Using LLMs to identify vulnerabilities in smart contracts

September 28, 2023

LLMs can be powerful tools in the arsenal of security researchers.

Using LLMs to identify vulnerabilities in smart contracts



The rapid growth of Web3 has unfortunately been accompanied by a concerning trend: over $4.7 billion lost to hacks since 2020. This staggering figure not only represents significant financial losses but also damages the reputation and credibility of the entire industry. While comprehensive security audits could prevent many of these issues, they remain prohibitively expensive—often costing up to $100,000 per audit. Even more concerning, even audited protocols can still get breached as vulnerabilities slip through initial reviews or code changes introduce new weaknesses.

Web3's Unique Security Challenges

Unlike traditional web applications, Web3 poses distinct security risks for several critical reasons:

  • Immutability: Smart contracts cannot be easily patched once deployed, allowing vulnerabilities to persist indefinitely.

  • Public exposure: All code is visible on-chain, giving attackers unlimited time to study potential weaknesses.

  • Financial incentives: Cryptocurrencies create direct financial motivation for hackers, who can steal funds rather than just targeting user data.
  • With billions already lost and limited resources for comprehensive auditing, the industry urgently needs better tools to analyze contracts, generate test cases, and assist overburdened security researchers.

    How LLMs Can Help

    While large language models (LLMs) can't independently identify novel exploits yet, they can significantly enhance the security workflow in several ways:

    Parsing Security Tool Outputs


    Static analyzers, fuzzers, and test generators produce massive outputs riddled with false positives. LLMs can help surface potentially problematic findings for human review. With context windows now up to 200,000 tokens on models like Claude 2, they can analyze entire codebases and potentially catch subtle bugs from distant interactions.

    Accelerating Test Generation


    LLMs can rapidly generate unit tests to achieve higher coverage and find edge cases, complementing existing fuzzing techniques. Fine-tuning on domain data can further improve performance, leveraging resources like Smart Contract VulnDB with its 26,000 examples of vulnerabilities.

    Summarizing Findings


    LLMs can digest results from multiple tools and produce integrated summaries, reducing manual reporting needs.

    Modular Detection Models


    Recent multi-task learning models show promise in detecting and classifying different bug types. Open models like Llama 2 enable community-led efforts to fine-tune specialized detectors on web3 data.

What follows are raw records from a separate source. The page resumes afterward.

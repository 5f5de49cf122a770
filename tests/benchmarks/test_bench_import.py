"""Import speed: the whole demo history (target 30 s) and a 1,000-row snapshot (target 2 s)."""

from __future__ import annotations

from datetime import UTC, datetime, timedelta

from app.demo.load import load_demo
from app.ingest import import_file
from app.store import db
from tests.benchmarks.conftest import timed
from tests.conftest import DEMO_DIR, UTC_ZONE

CENSUS_HEADER = "taken_at,unit,bed,stay_id,admitted_at,admission_type,age,specialty"


def snapshot(taken_at: datetime, stays: range) -> bytes:
    rows = [CENSUS_HEADER]
    for i in stays:
        admitted = datetime(2026, 1, 1, tzinfo=UTC) + timedelta(hours=i % 500)
        rows.append(f"{taken_at.isoformat()},BIG,B{i},S-{i},{admitted.isoformat()},emergency,"
                    f"{20 + i % 70},general")
    return ("\n".join(rows) + "\n").encode()


def test_import_whole_demo_history(db_url: str) -> None:
    out: dict[str, float] = {}
    with timed("import whole demo history", 30, out), db.session_scope(db_url) as session:
        results, _ = load_demo(session, DEMO_DIR, tz=UTC_ZONE, shift=False)
    rows = sum(r.rows for r in results)
    print(f"BENCH   {rows} rows, {rows / out['import whole demo history']:.0f} rows/s")
    assert rows > 10_000


def test_import_1000_row_census_snapshot(db_url: str) -> None:
    with db.session_scope(db_url) as session:
        import_file(session, "units", b"unit,beds\nBIG,1200\n", "units.csv", tz=UTC_ZONE)
        first = datetime(2026, 2, 1, tzinfo=UTC)
        import_file(session, "census", snapshot(first, range(1000)), "c1.csv", tz=UTC_ZONE)
    out: dict[str, float] = {}
    # The second snapshot replaces 100 stays: it creates stays and diffs out discharges.
    with timed("import 1,000-row census snapshot", 2, out), db.session_scope(db_url) as session:
        result = import_file(session, "census", snapshot(first + timedelta(days=1),
                             range(100, 1100)), "c2.csv", tz=UTC_ZONE)
    assert result.inserted == 1000
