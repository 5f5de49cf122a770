"""Benchmarks print their figures; run them with `make bench`."""

from __future__ import annotations

import time
from collections.abc import Callable, Iterator
from contextlib import contextmanager


@contextmanager
def timed(label: str, target_s: float, out: dict[str, float]) -> Iterator[None]:
    start = time.perf_counter()
    yield
    out[label] = elapsed = time.perf_counter() - start
    verdict = "ok" if elapsed <= target_s else "OVER TARGET"
    print(f"\nBENCH {label}: {elapsed:.3f} s (target {target_s:g} s) {verdict}")


def best_of(repeats: int, work: Callable[[], object]) -> float:
    times = []
    for _ in range(repeats):
        start = time.perf_counter()
        work()
        times.append(time.perf_counter() - start)
    return min(times)
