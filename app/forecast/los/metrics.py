"""Test-period scores: concordance, integrated Brier score, variance explained."""

from __future__ import annotations

from collections.abc import Mapping
from dataclasses import replace
from typing import Any
from zoneinfo import ZoneInfo

import numpy as np
import numpy.typing as npt

from app.forecast.los.calibration import scale_on
from app.forecast.los.constants import (
    HORIZON_STEPS,
    MAX_CENSORING_SAMPLE,
    MAX_ENSEMBLE_ROWS,
    NS_PER_DAY,
    FloatArray,
    IntArray,
)
from app.forecast.los.design import _row_matrix
from app.forecast.los.model import LosModel, _Curves, _landmark_curves
from app.forecast.los.rows import IntervalRows, Landmarks, _interval_weekday, _rows_weekday
from app.forecast.los.selection import _boosted, _ensemble_x, _one_thread, _stays_at
from app.stats.kaplan_meier import KaplanMeier
from app.stats.stay_groups import entry_on_hours, round_up_to_hours

EVAL_DAYS = np.arange(1.0, 15.0)  # integrated Brier score over days 1..14


RMST_GRID = np.arange(0.0, 14.0 + 1e-9, 0.25)


def survival_metrics(event: npt.ArrayLike, remaining: npt.ArrayLike, surv_days: FloatArray,
                     rmst: FloatArray, mean_remaining: FloatArray) -> dict[str, float]:
    """Concordance (Uno's and Harrell's), integrated Brier score (days 1..14) and variance
    explained, on one test sample.

    Parameters
    ----------
    event, remaining : array_like, shape (n,)
        Test outcome: left the unit (True) or censored, after ``remaining`` days.
    surv_days : ndarray, shape (n, 14)
        Predicted P(still in) 1, 2, ..., 14 days after the landmark.
    rmst : ndarray, shape (n,)
        Predicted expected days in the unit over the next 14 (restricted mean): the risk score
        for concordance (shorter expected stay = higher risk of leaving).
    mean_remaining : ndarray, shape (n,)
        Predicted mean remaining stay, for the variance explained on completed stays
        (1 - residual sum of squares / total sum of squares, as a regression tree's).

    The test sample is censored by the end of the test period, far more heavily than the
    training stays, so the inverse-probability-of-censoring weights of the Brier score and of
    Uno's C come from the test sample's own censoring (Graf et al. 1999, Stat Med
    18:2529-2545; Uno et al. 2011, Stat Med 30:1105-1117; cited from memory). ``concordance``
    is Uno's C truncated at 14 days (METHODS.md: Uno's C for censored data);
    ``concordance_harrell`` is Harrell's. Uses ``sksurv.metrics``.
    """
    from sksurv.metrics import (
        concordance_index_censored,
        concordance_index_ipcw,
        integrated_brier_score,
    )
    from sksurv.util import Surv

    d = np.asarray(event, dtype=bool)
    t = np.asarray(remaining, dtype=float)
    estimate = -np.asarray(rmst, dtype=float)
    nan = float("nan")
    censoring = _censoring_sample(d, t)
    # Too short a test period has no comparable pair, or no follow-up to day 14: those
    # figures are then NaN (stored as null) rather than an error.
    try:
        harrell = float(concordance_index_censored(d, t, estimate)[0])
    except (ValueError, ZeroDivisionError):
        harrell = nan
    uno = nan
    if d.any():
        try:
            uno = float(concordance_index_ipcw(censoring, Surv.from_arrays(d, t), estimate,
                                               tau=float(EVAL_DAYS[-1]))[0])
        except (ValueError, ZeroDivisionError):
            uno = nan
    # The censoring curve must stay above zero over the evaluation days, and the sample must
    # reach past both ends of them.
    ibs = nan
    if d.any() and t.max() > EVAL_DAYS[-1] and t.min() < EVAL_DAYS[0]:
        try:
            ibs = float(integrated_brier_score(censoring, Surv.from_arrays(d, t), surv_days,
                                               EVAL_DAYS))
        except ValueError:
            ibs = nan
    y = t[d]
    pred = np.asarray(mean_remaining)[d]
    ss_tot = float(np.sum((y - y.mean()) ** 2)) if y.size else 0.0
    r2 = 1.0 - float(np.sum((y - pred) ** 2)) / ss_tot if ss_tot > 0 else nan
    return {"concordance": uno, "concordance_harrell": harrell, "ibs_1_14": ibs,
            "r2_completed": r2}


def _censoring_sample(event: npt.NDArray[np.bool_], remaining: FloatArray) -> Any:
    """The outcomes the censoring curve is estimated from: the test sample itself, or a fixed
    random part of it when it is large (the same curve within sampling error, much faster);
    the longest outcome is always kept so the curve covers every test time."""
    from sksurv.util import Surv

    d, t = event, remaining
    if t.size > MAX_CENSORING_SAMPLE:
        pick = np.random.default_rng(2).choice(t.size, MAX_CENSORING_SAMPLE, replace=False)
        pick = np.union1d(pick, [int(np.argmax(t))])
        d, t = d[pick], t[pick]
    return Surv.from_arrays(d, t)


def _curve_summaries(curves: _Curves, at_ns: IntArray) -> tuple[FloatArray, FloatArray,
                                                                FloatArray]:
    """P(in) after 1..14 days, the restricted mean over 14 days and the mean remaining stay,
    from one evaluation of the curves on a quarter-day grid."""
    step = 0.5
    span = (curves.bounds_ns[:, -1] - at_ns) / NS_PER_DAY
    grid = np.arange(0.0, float(span.max()) + step, step)
    offsets = np.minimum(grid[None, :], span[:, None])
    surv = curves.survival(at_ns[:, None] + np.round(offsets * NS_PER_DAY).astype(np.int64))
    day_columns = np.round(EVAL_DAYS / step).astype(np.int64)
    surv_days = surv[:, day_columns]
    upto = int(round(14.0 / step)) + 1
    rmst = np.trapezoid(surv[:, :upto], grid[:upto], axis=1)
    body = np.trapezoid(surv, offsets, axis=1)
    s_end, _ = curves._end
    return surv_days, rmst, body + s_end * curves.tail_mean()


def _km_summaries(km: Any, days_in: FloatArray) -> tuple[FloatArray, FloatArray, FloatArray]:
    """The no-covariate baseline: Kaplan-Meier of whole stays given the days already spent,
    S(d + t) / S(d)."""
    d = np.asarray(days_in, dtype=float)
    base = np.asarray(km.sf(d), dtype=float)
    safe = np.where(base > 0, base, 1.0)

    def conditional(t: FloatArray) -> FloatArray:
        values = np.asarray(km.sf(d[:, None] + t[None, :]), dtype=float) / safe[:, None]
        return np.where(base[:, None] > 0, values, 0.0)

    surv_days = conditional(EVAL_DAYS)
    rmst = np.trapezoid(conditional(RMST_GRID), RMST_GRID, axis=1)
    # Mean remaining stay restricted to the last Kaplan-Meier time tau: the integral of the
    # step function from d to tau over S(d), exact from its running integral.
    times = np.asarray(km.times, dtype=float)
    steps = np.r_[1.0, np.asarray(km.sf(times), dtype=float)]
    knots = np.r_[0.0, times]
    running = np.r_[0.0, np.cumsum(steps[:-1] * np.diff(knots))]
    tau = float(knots[-1])
    integral = running[-1] - np.interp(np.minimum(d, tau), knots, running)
    mean_rem = np.where((base > 0) & (d < tau), integral / safe, 0.0)
    return surv_days, rmst, mean_rem


def baseline_km(train_lm: Landmarks) -> KaplanMeier:
    """The no-covariate baseline's curve: Kaplan-Meier of whole stays as known at the training
    cut-off, conditioned like the groups: a stay admitted before the extract began enters at
    its days in the unit then (delayed entry), rounded down to the hour grid."""
    from app.stats.kaplan_meier import kaplan_meier

    table = _stays_at(train_lm.stays, int(train_lm.end_ns.max()), train_lm.extract_ns)
    shown = round_up_to_hours(table.days)
    return kaplan_meier(shown, table.ended, entry=entry_on_hours(table.entry, shown))


def _thin_rows(rows: IntervalRows, limit: int, rng: np.random.Generator) -> IntervalRows:
    """At most about ``limit`` rows, whole landmarks sampled, weights scaled up to match."""
    if rows.event.size <= limit:
        return rows
    keep_prob = limit / rows.event.size
    landmarks = np.unique(rows.landmark)
    chosen = landmarks[rng.random(landmarks.size) < keep_prob]
    thinned = rows.subset(np.isin(rows.landmark, chosen))
    return replace(thinned, weight=thinned.weight / keep_prob)


# A model's forecasts (as fitted) from the landmarks its rate scale is fitted on, and those
# landmarks (app/forecast/los/calibration.py).
ScaleBasis = tuple[_Curves, Landmarks]


def _test_metrics(model: LosModel, train_lm: Landmarks, train_rows: IntervalRows,
                  test_lm: Landmarks, tz: ZoneInfo, ensemble: Mapping[str, Any] | None,
                  scale_basis: ScaleBasis | None) -> dict[str, Any]:
    """The test period's scores of ``model`` (trained on ``train_lm``), of the Kaplan-Meier
    baseline and of the yardstick (``ensemble``'s settings, refitted on the same rows). Like
    the tree, the yardstick's rates carry a scale fitted on its own forecasts from the
    landmarks the tree's scale was fitted on (``scale_basis``; None: no scale), so the two
    are compared on equal terms."""
    steps = HORIZON_STEPS + 1
    curves = _landmark_curves(model, test_lm, tz, steps)
    event, remaining = test_lm.ended, test_lm.remaining_days
    out: dict[str, Any] = {"landmarks": int(test_lm.size),
                           "stays": int(np.unique(test_lm.stay_index).size)}
    tree = survival_metrics(event, remaining, *_curve_summaries(curves, test_lm.at_ns))
    km = baseline_km(train_lm)
    baseline = survival_metrics(event, remaining, *_km_summaries(km, test_lm.days_in))
    out["tree"], out["km"] = tree, baseline
    if ensemble is not None:
        rows = _thin_rows(train_rows, MAX_ENSEMBLE_ROWS, np.random.default_rng(1))
        x = _ensemble_x(_row_matrix(model.design, train_lm, rows), _rows_weekday(rows))
        exposure = model.hazard.profile.exposure(rows.start, rows.stop, rows.days_in)
        keep = exposure > 1e-12
        boosted_model = _boosted(ensemble["iterations"], **{
            k: v for k, v in ensemble.items() if k not in ("iterations", "val_loglik")})
        x_test = _ensemble_x(curves.x, _interval_weekday(curves.bounds_local).ravel())
        scale = 1.0
        with _one_thread():
            boosted_model.fit(x[keep], rows.event[keep] / exposure[keep],
                              sample_weight=(rows.weight * exposure)[keep])
            if scale_basis is not None:
                own, recent = scale_basis
                own_x = _ensemble_x(own.x, _interval_weekday(own.bounds_local).ravel())
                scale = scale_on(own.with_rates(boosted_model.predict(own_x)), recent).value
            boosted = curves.with_rates(boosted_model.predict(x_test) * scale)
        out["ensemble_scale"] = scale
        out["ensemble"] = survival_metrics(event, remaining,
                                           *_curve_summaries(boosted, test_lm.at_ns))
        # What the readable tree gives up, relative to the ensemble (positive: tree worse).
        out["ensemble_gap"] = {
            "ibs_1_14": tree["ibs_1_14"] / out["ensemble"]["ibs_1_14"] - 1.0,
            "concordance": 1.0 - tree["concordance"] / out["ensemble"]["concordance"],
        }
    return out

    Introducing Robocop: An LLM-Powered Auditing Tool

    To demonstrate the potential of LLMs in auditing, I built a proof-of-concept tool called Robocop using Claude 2. It analyzes contracts, surfaces suspicious areas, generates unit tests, and summarizes its findings. While basic, this prototype achieved promising results detecting seeded vulnerabilities, showcasing how LLMs could enhance audits today.

    How Robocop Works

    Robocop has several components:

  • UI: Built with Streamlit, providing an intuitive interface to collect parameters and display outputs

  • LLM Integration: Leverages Langchain to easily integrate with Claude 2

  • Code Analysis: Takes in Solidity files and generates an "audit report" for selected vulnerability types
  • The workflow follows these steps:

  • Load code from GitHub: Crawls through repositories to select all Solidity files

  • User selects targets: Users choose which contracts and vulnerability types to analyze

  • Prompt engineering: Constructs detailed prompts combining hard-coded instructions and dynamically generated inputs

  • Verification: Uses a separate "discriminator" LLM to verify findings and reduce false positives

  • Report generation: Outputs structured reports with markdown formatting
  • Results and Limitations

    Robocop shows promise, but false positives remain a challenge. In testing across 50 bugs from the Web3Bugs repository, it successfully identified 9 vulnerabilities. While the results are preliminary, they suggest LLMs can be valuable components in security workflows.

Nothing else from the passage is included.